[Start of section]

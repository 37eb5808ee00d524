import { LAUNCH_METHODS, SUPPORT_KINDS, supportFieldsSchema, type CollectionFields } from '../../../shared/schemas';
import { checkWith, type FormCheck } from './field-errors';
import { parseDecimal } from './parse-decimal';

/*
 * The support form's rules, apart from the screen: what the scout typed (text, in their own units) becomes
 * the support's fields in SI, checked by the shared zod schema, plus the questions a careful lead would ask
 * ("a 45 m tree?").
 */

export type SupportFields = CollectionFields<'supports'>;
export type SupportKind = (typeof SUPPORT_KINDS)[number];
export type LaunchMethod = (typeof LAUNCH_METHODS)[number];

export type SupportDraft = {
  kind: SupportKind;
  label: string;
  lat: number | null;
  lon: number | null;
  positionAccuracyM: number | null;
  /** Typed in the person's units; empty when not known yet. */
  heightText: string;
  attachHeightText: string;
  launchMethod: LaunchMethod | null;
  maxEndsText: string;
  species: string;
  condition: string;
  mastModel: string;
  notes: string;
  /**
   * Stored lengths as first shown in the form (rounded for reading). When the text is left as shown, the
   * stored metres are kept exactly: opening and saving a record never rounds what was measured.
   */
  shown?: Partial<Record<'heightM' | 'attachHeightM', { text: string; m: number }>>;
};

export const emptySupportDraft = (kind: SupportKind = 'tree'): SupportDraft => ({
  kind, label: '', lat: null, lon: null, positionAccuracyM: null, heightText: '', attachHeightText: '', launchMethod: kind === 'mast' ? 'none' : null,
  maxEndsText: kind === 'mast' ? '1' : '2', species: '', condition: '', mastModel: '', notes: '',
});

/** Questioned, not refused: taller than nearly every tree a line is thrown over at a field day (common practice). */
export const TALL_TREE_QUESTION_M = 40;
/** Telescopic masts clubs carry are rarely above ~18 m (common practice). */
export const TALL_MAST_QUESTION_M = 20;
/** A fix this poor cannot tell one tree from the next (common practice). */
export const POOR_FIX_QUESTION_M = 15;

export type SiteContext = { siteSpanM: number | null };

function lengthOrError(text: string, toM: (v: number) => number, what: string, errors: Record<string, string>, key: string, shown?: { text: string; m: number }): number | null {
  if (text.trim() === '') return null;
  if (shown && text === shown.text) return shown.m;
  const v = parseDecimal(text);
  if (v === null) { errors[key] = `Type the ${what} as a number, for example 12.5`; return null; }
  return toM(v);
}

export function checkSupport(draft: SupportDraft, siteId: string, toM: (v: number) => number, ctx: SiteContext = { siteSpanM: null }): FormCheck<SupportFields> {
  const errors: Record<string, string> = {};
  const questions: string[] = [];
  const heightM = lengthOrError(draft.heightText, toM, 'height', errors, 'heightM', draft.shown?.heightM);
  const attachHeightM = lengthOrError(draft.attachHeightText, toM, 'attachment height', errors, 'attachHeightM', draft.shown?.attachHeightM);
  const maxEnds = parseDecimal(draft.maxEndsText);
  if (draft.lat === null || draft.lon === null) errors.lat = errors.lon = 'Place the support: take a GPS fix here, or give distance and bearing from where you stand';
  if (heightM !== null && attachHeightM !== null && attachHeightM > heightM) errors.attachHeightM = 'The attachment point cannot be higher than the support itself';
  if (maxEnds === null || !Number.isInteger(maxEnds)) errors.maxEnds = 'How many wire ends it can hold: a whole number from 1 to 4';

  if (heightM !== null && heightM <= 120) {
    if (draft.kind === 'tree' && heightM > TALL_TREE_QUESTION_M) questions.push(`A ${Math.round(heightM)} m tree is taller than nearly any tree a line is thrown over. Check the measurement.`);
    if (draft.kind === 'mast' && heightM > TALL_MAST_QUESTION_M) questions.push(`A ${Math.round(heightM)} m mast is taller than the portable masts clubs usually carry. Check the height.`);
  }
  if (draft.positionAccuracyM !== null) {
    if (ctx.siteSpanM !== null && ctx.siteSpanM > 0 && draft.positionAccuracyM > ctx.siteSpanM / 2) {
      questions.push(`The fix is only good to ${Math.round(draft.positionAccuracyM)} m, more than half the size of the site. Wait for a better fix if you can.`);
    } else if (draft.positionAccuracyM > POOR_FIX_QUESTION_M) {
      questions.push(`The fix is only good to ${Math.round(draft.positionAccuracyM)} m: it may not tell this support from its neighbours.`);
    }
  }
  if (draft.kind === 'tree' && draft.launchMethod === null && heightM !== null) questions.push('How will a line get over it? Pick a launch method.');

  const value = {
    siteId, kind: draft.kind, label: draft.label, lat: draft.lat ?? Number.NaN, lon: draft.lon ?? Number.NaN,
    positionAccuracyM: draft.positionAccuracyM, heightM, attachHeightM, launchMethod: draft.launchMethod, maxEnds: maxEnds ?? 0,
    species: draft.species, condition: draft.condition, mastModel: draft.mastModel, notes: draft.notes,
  };
  return checkWith(supportFieldsSchema, value, errors, questions);
}

/** A stored support back into a draft for editing, in the person's units. */
export function draftFromSupport(s: SupportFields, fromM: (m: number) => number): SupportDraft {
  const txt = (m: number | null) => (m === null ? '' : String(Math.round(fromM(m) * 10) / 10));
  const shown: SupportDraft['shown'] = {};
  if (s.heightM !== null) shown.heightM = { text: txt(s.heightM), m: s.heightM };
  if (s.attachHeightM !== null) shown.attachHeightM = { text: txt(s.attachHeightM), m: s.attachHeightM };
  return {
    shown,
    kind: s.kind, label: s.label, lat: s.lat, lon: s.lon, positionAccuracyM: s.positionAccuracyM, heightText: txt(s.heightM), attachHeightText: txt(s.attachHeightM),
    launchMethod: s.launchMethod, maxEndsText: String(s.maxEnds), species: s.species, condition: s.condition, mastModel: s.mastModel, notes: s.notes,
  };
}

[End of section]

◆ **WHAT TO PRODUCE**
Would you transcribe the entire listing above without any deviation?

◆ **RESULT OF THE TASK**
repository 37eb5808ee00d524
import { LAUNCH_METHODS, SUPPORT_KINDS, supportFieldsSchema, type CollectionFields } from '../../../shared/schemas';
import { checkWith, type FormCheck } from './field-errors';
import { parseDecimal } from './parse-decimal';

/*
 * The support form's rules, apart from the screen: what the scout typed (text, in their own units) becomes
 * the support's fields in SI, checked by the shared zod schema, plus the questions a careful lead would ask
 * ("a 45 m tree?").
 */

export type SupportFields = CollectionFields<'supports'>;
export type SupportKind = (typeof SUPPORT_KINDS)[number];
export type LaunchMethod = (typeof LAUNCH_METHODS)[number];

export type SupportDraft = {
  kind: SupportKind;
  label: string;
  lat: number | null;
  lon: number | null;
  positionAccuracyM: number | null;
  /** Typed in the person's units; empty when not known yet. */
  heightText: string;
  attachHeightText: string;
  launchMethod: LaunchMethod | null;
  maxEndsText: string;
  species: string;
  condition: string;
  mastModel: string;
  notes: string;
  /**
   * Stored lengths as first shown in the form (rounded for reading). When the text is left as shown, the
   * stored metres are kept exactly: opening and saving a record never rounds what was measured.
   */
  shown?: Partial<Record<'heightM' | 'attachHeightM', { text: string; m: number }>>;
};

export const emptySupportDraft = (kind: SupportKind = 'tree'): SupportDraft => ({
  kind, label: '', lat: null, lon: null, positionAccuracyM: null, heightText: '', attachHeightText: '', launchMethod: kind === 'mast' ? 'none' : null,
  maxEndsText: kind === 'mast' ? '1' : '2', species: '', condition: '', mastModel: '', notes: '',
});

/** Questioned, not refused: taller than nearly every tree a line is thrown over at a field day (common practice). */
export const TALL_TREE_QUESTION_M = 40;
/** Telescopic masts clubs carry are rarely above ~18 m (common practice). */
export const TALL_MAST_QUESTION_M = 20;
/** A fix this poor cannot tell one tree from the next (common practice). */
export const POOR_FIX_QUESTION_M = 15;

export type SiteContext = { siteSpanM: number | null };

function lengthOrError(text: string, toM: (v: number) => number, what: string, errors: Record<string, string>, key: string, shown?: { text: string; m: number }): number | null {
  if (text.trim() === '') return null;
  if (shown && text === shown.text) return shown.m;
  const v = parseDecimal(text);
  if (v === null) { errors[key] = `Type the ${what} as a number, for example 12.5`; return null; }
  return toM(v);
}

export function checkSupport(draft: SupportDraft, siteId: string, toM: (v: number) => number, ctx: SiteContext = { siteSpanM: null }): FormCheck<SupportFields> {
  const errors: Record<string, string> = {};
  const questions: string[] = [];
  const heightM = lengthOrError(draft.heightText, toM, 'height', errors, 'heightM', draft.shown?.heightM);
  const attachHeightM = lengthOrError(draft.attachHeightText, toM, 'attachment height', errors, 'attachHeightM', draft.shown?.attachHeightM);
  const maxEnds = parseDecimal(draft.maxEndsText);
  if (draft.lat === null || draft.lon === null) errors.lat = errors.lon = 'Place the support: take a GPS fix here, or give distance and bearing from where you stand';
  if (heightM !== null && attachHeightM !== null && attachHeightM > heightM) errors.attachHeightM = 'The attachment point cannot be higher than the support itself';
  if (maxEnds === null || !Number.isInteger(maxEnds)) errors.maxEnds = 'How many wire ends it can hold: a whole number from 1 to 4';

  if (heightM !== null && heightM <= 120) {
    if (draft.kind === 'tree' && heightM > TALL_TREE_QUESTION_M) questions.push(`A ${Math.round(heightM)} m tree is taller than nearly any tree a line is thrown over. Check the measurement.`);
    if (draft.kind === 'mast' && heightM > TALL_MAST_QUESTION_M) questions.push(`A ${Math.round(heightM)} m mast is taller than the portable masts clubs usually carry. Check the height.`);
  }
  if (draft.positionAccuracyM !== null) {
    if (ctx.siteSpanM !== null && ctx.siteSpanM > 0 && draft.positionAccuracyM > ctx.siteSpanM / 2) {
      questions.push(`The fix is only good to ${Math.round(draft.positionAccuracyM)} m, more than half the size of the site. Wait for a better fix if you can.`);
    } else if (draft.positionAccuracyM > POOR_FIX_QUESTION_M) {
      questions.push(`The fix is only good to ${Math.round(draft.positionAccuracyM)} m: it may not tell this support from its neighbours.`);
    }
  }
  if (draft.kind === 'tree' && draft.launchMethod === null && heightM !== null) questions.push('How will a line get over it? Pick a launch method.');

  const value = {
    siteId, kind: draft.kind, label: draft.label, lat: draft.lat ?? Number.NaN, lon: draft.lon ?? Number.NaN,
    positionAccuracyM: draft.positionAccuracyM, heightM, attachHeightM, launchMethod: draft.launchMethod, maxEnds: maxEnds ?? 0,
    species: draft.species, condition: draft.condition, mastModel: draft.mastModel, notes: draft.notes,
  };
  return checkWith(supportFieldsSchema, value, errors, questions);
}

/** A stored support back into a draft for editing, in the person's units. */
export function draftFromSupport(s: SupportFields, fromM: (m: number) => number): SupportDraft {
  const txt = (m: number | null) => (m === null ? '' : String(Math.round(fromM(m) * 10) / 10));
  const shown: SupportDraft['shown'] = {};
  if (s.heightM !== null) shown.heightM = { text: txt(s.heightM), m: s.heightM };
  if (s.attachHeightM !== null) shown.attachHeightM = { text: txt(s.attachHeightM), m: s.attachHeightM };
  return {
    shown,
    kind: s.kind, label: s.label, lat: s.lat, lon: s.lon, positionAccuracyM: s.positionAccuracyM, heightText: txt(s.heightM), attachHeightText: txt(s.attachHeightM),
    launchMethod: s.launchMethod, maxEndsText: String(s.maxEnds), species: s.species, condition: s.condition, mastModel: s.mastModel, notes: s.notes,
  };
}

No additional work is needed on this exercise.